SPATIAL MODULATION METHOD USING POLARIZATION AND APPARATUS USING THE SAME

Abstract

A spatial modulation method using a polarization and an apparatus using the same are provided. A spatial modulation method by a transmitting apparatus in a wireless communication system may comprise selecting an antenna to send data among transmit antennas arranged to have different polarization angles using a predetermined bit of input data based on indexes of the transmit antenna and mapping remaining bits of the input data to a preset constellation and transmitting the remaining bits of the mapped input data through the selected antenna.

Description

Priority to Korean patent application number 2014-0008078 filed on Jan. 23, 2014, the entire disclosure of which is incorporated by reference herein, is claimed.

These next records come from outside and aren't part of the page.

package saltspoke.faces.cli;

import com.fasterxml.jackson.databind.node.ObjectNode;
import java.io.IOException;
import java.io.InputStream;
import java.nio.file.Files;
import java.nio.file.Path;
import java.util.function.DoubleBinaryOperator;
import javax.imageio.ImageIO;
import picocli.CommandLine.Command;
import picocli.CommandLine.Mixin;
import picocli.CommandLine.Model.CommandSpec;
import picocli.CommandLine.Option;
import picocli.CommandLine.Parameters;
import picocli.CommandLine.Spec;
import saltspoke.atlas.ClimateComparison;
import saltspoke.atlas.Comparison;
import saltspoke.atlas.SiteComparison;
import saltspoke.atlas.SiteDepartures;
import saltspoke.atlas.WetnessComparison;
import saltspoke.atmosphere.AirModel;
import saltspoke.atmosphere.LeaveOneOut;
import saltspoke.atmosphere.MonthlyClimate;
import saltspoke.faces.json.ComparisonJson;
import saltspoke.faces.json.Json;
import saltspoke.fields.DataSet;
import saltspoke.places.PlaceDirectory;
import saltspoke.values.Refusal;

/** {@code compare}: judges the program's estimates by a file of measurements. */
@Command(
    name = "compare",
    description = {
      "Judge the program's estimates by a file of measurements.",
      "Files are CSV in UTF-8 with one header row; rows that do not read are listed and left out.",
      ""
    },
    footer = {
      "",
      "Examples:",
      "  saltspoke compare climate stations.csv",
      "  saltspoke compare wetness hourly.csv --json",
      "  saltspoke compare chloride sites.csv --picture chloride.png",
      "  saltspoke compare climate stations.csv --write-corrections local.csv",
      "  saltspoke air --place Valparaiso --corrections local.csv"
    })
final class CompareCommand implements Runnable {
  @Spec private CommandSpec spec;

  @Option(
      names = {"-h", "--help"},
      usageHelp = true,
      description = "Show this help.")
  private boolean help;

  @Override
  public void run() {
    spec.commandLine().usage(spec.commandLine().getOut());
  }

  /** What every comparison takes. */
  static final class Request {
    @Mixin private CommonOptions common;

    @Parameters(paramLabel = "FILE", description = "CSV file of measurements.")
    private Path file;

    @Option(
        names = "--worst",
        paramLabel = "N",
        description = "List the N stations farthest off, 0..1000 (5).")
    private int worst = 5;

    @Option(
        names = "--picture",
        paramLabel = "FILE.png",
        description = "Draw estimates over measurements.")
    private Path picture;
  }

  /** Reads an opened file of measurements. */
  private interface Reading<T> {
    T of(InputStream in, String fileName);
  }

  @Command(
      name = "climate",
      description = {
        "Monthly climate at stations. Columns:",
        "  latitude_deg, longitude_deg, elevation_m, temperature_c_01 … _12,",
        "  relative_humidity_pct_01 … _12",
        "and if there: station, diurnal_range_c_…, precipitation_mm_…, wind_speed_m_s_…,",
        "  frost_days_…",
        "Bias of humidity is given by continent too: coarse boxes, Europe and Asia meet at 60° E."
      })
  int climate(@Mixin Request request, @Mixin CorrectionsWriting writing) {
    World world = World.open(request.common.data);
    return answer(
        request,
        new ClimateComparison(world.climate(), world.seaDistanceKm())::run,
        writing,
        (in, name) -> SiteDepartures.climate(world.climate(), world.seaDistanceKm(), in, name));
  }

  @Command(
      name = "wetness",
      description = {
        "Wet hours of hourly records, from their own monthly means and from the shipped fields.",
        "Columns:",
        "  station, latitude_deg, longitude_deg, elevation_m, month, hour, temperature_c,",
        "  relative_humidity_pct",
        "A station's rows of one month stand in order of time; all twelve months are needed."
      })
  int wetness(@Mixin Request request, @Mixin CorrectionsWriting writing) {
    World world = World.open(request.common.data);
    return answer(
        request,
        new WetnessComparison(world.climate(), world.seaDistanceKm())::run,
        writing,
        (in, name) -> SiteDepartures.wetness(world.climate(), world.seaDistanceKm(), in, name));
  }

  @Command(
      name = "chloride",
      description = {
        "Sea-salt deposition at sites, from what the file says of them. Columns:",
        "  programme, station_id, distance_to_coast_km, elevation_m, wind_speed_m_s,",
        "  saline_wind_fraction (0..1), roughness (0..1), chloride_mg_m2_day",
        "and, to write corrections: latitude_deg, longitude_deg. A correction is the measurement",
        "over what the command air answers there."
      })
  int chloride(@Mixin Request request, @Mixin CorrectionsWriting writing) {
    return answer(
        request,
        SiteComparison::chloride,
        writing,
        (in, name) -> {
          World world = World.open(request.common.data);
          return SiteDepartures.chloride(AirModel.from(world.data()), world.places(), in, name);
        });
  }

  @Command(
      name = "corrosion",
      description = {
        "First-year losses by ISO 9223 from measured inputs. Columns:",
        "  site, temperature_c, relative_humidity_pct, so2_mg_m2_day, chloride_mg_m2_day",
        "and of carbon_steel_um, zinc_um, copper_um, aluminium_um those that were measured."
      })
  int corrosion(@Mixin Request request) {
    return answer(request, SiteComparison::corrosion, new CorrectionsWriting(), null);
  }

  /** The shipped or named data, with what a comparison asks of it. */
  private record World(
      DataSet data,
      PlaceDirectory places,
      MonthlyClimate climate,
      DoubleBinaryOperator seaDistanceKm) {
    static World open(Path directory) {
      DataSet data = Opening.dataSet(directory);
      PlaceDirectory places = PlaceDirectory.open(data);
      return new World(
          data,
          places,
          MonthlyClimate.from(data),
          (lat, lon) -> places.seaView(lat, lon).distanceKm());
    }
  }

  private int answer(
      Request request,
      Reading<Comparison> judge,
      CorrectionsWriting writing,
      Reading<SiteDepartures> correct) {
    if (request.worst < 0 || request.worst > 1000) {
      throw Refusal.outOfRange("worst", request.worst, "0..1000");
    }
    Comparison comparison = read(request.file, judge);
    if (request.picture != null) {
      draw(comparison, request.picture);
    }
    ObjectNode json = ComparisonJson.of(comparison, request.worst);
    StringBuilder text = new StringBuilder(ComparisonText.of(comparison, request.worst));
    if (writing.target != null) {
      SiteDepartures departures = read(request.file, correct);
      LeaveOneOut.Drafted drafted = writing.write(departures, request.file);
      json.set("corrections", CorrectionsWriting.json(writing.target, drafted, departures));
      text.append('\n').append(CorrectionsWriting.text(writing.target, drafted, departures));
    }
    spec.commandLine().getOut().println(request.common.json ? Json.pretty(json) : text);
    return ExitCode.DONE;
  }

  private static <T> T read(Path file, Reading<T> reading) {
    if (!Files.isRegularFile(file)) {
      throw Refusal.notFound("unreadable-file", "FILE", file, "a CSV file that can be read");
    }
    try (InputStream in = Files.newInputStream(file)) {
      return reading.of(in, file.getFileName().toString());
    } catch (IOException e) {
      throw Refusal.notFound("unreadable-file", "FILE", file, "a CSV file that can be read");
    }
  }

  private static void draw(Comparison comparison, Path picture) {
    try {
      if (!ImageIO.write(ScatterPicture.of(comparison.series()), "png", picture.toFile())) {
        throw new IOException("no PNG writer");
      }
    } catch (IOException e) {
      throw Refusal.wrongUse(
          "unwritable-file", "picture", picture, "a file name in a folder that can be written");
    }
  }
}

BACKGROUND OF THE INVENTION

1. Technical Field

Embodiments of the present invention concern a method of performing spatial modulation using a polarization in a wireless communication system and an apparatus using the same.

2. Discussion of Related Art

Appearance of smartphones and spreading LTE (Long Term Evolution) systems led to a rapid growth of data usage, and to address such issue, OFDM (Orthogonal Frequency Division Multiplexing), MIMO (Multi-Input Multi-Output) or other techniques for efficiently utilizing frequency resources are being developed. In particular, MIMO technique enables more data transmission with the same frequency and channel space, and thus, is underway for intensive research. However, the MIMO technique requires a complicated channel algorithm for reducing distortion that may occur due to a multi-path and a proper antenna arrangement for increasing capacity gain.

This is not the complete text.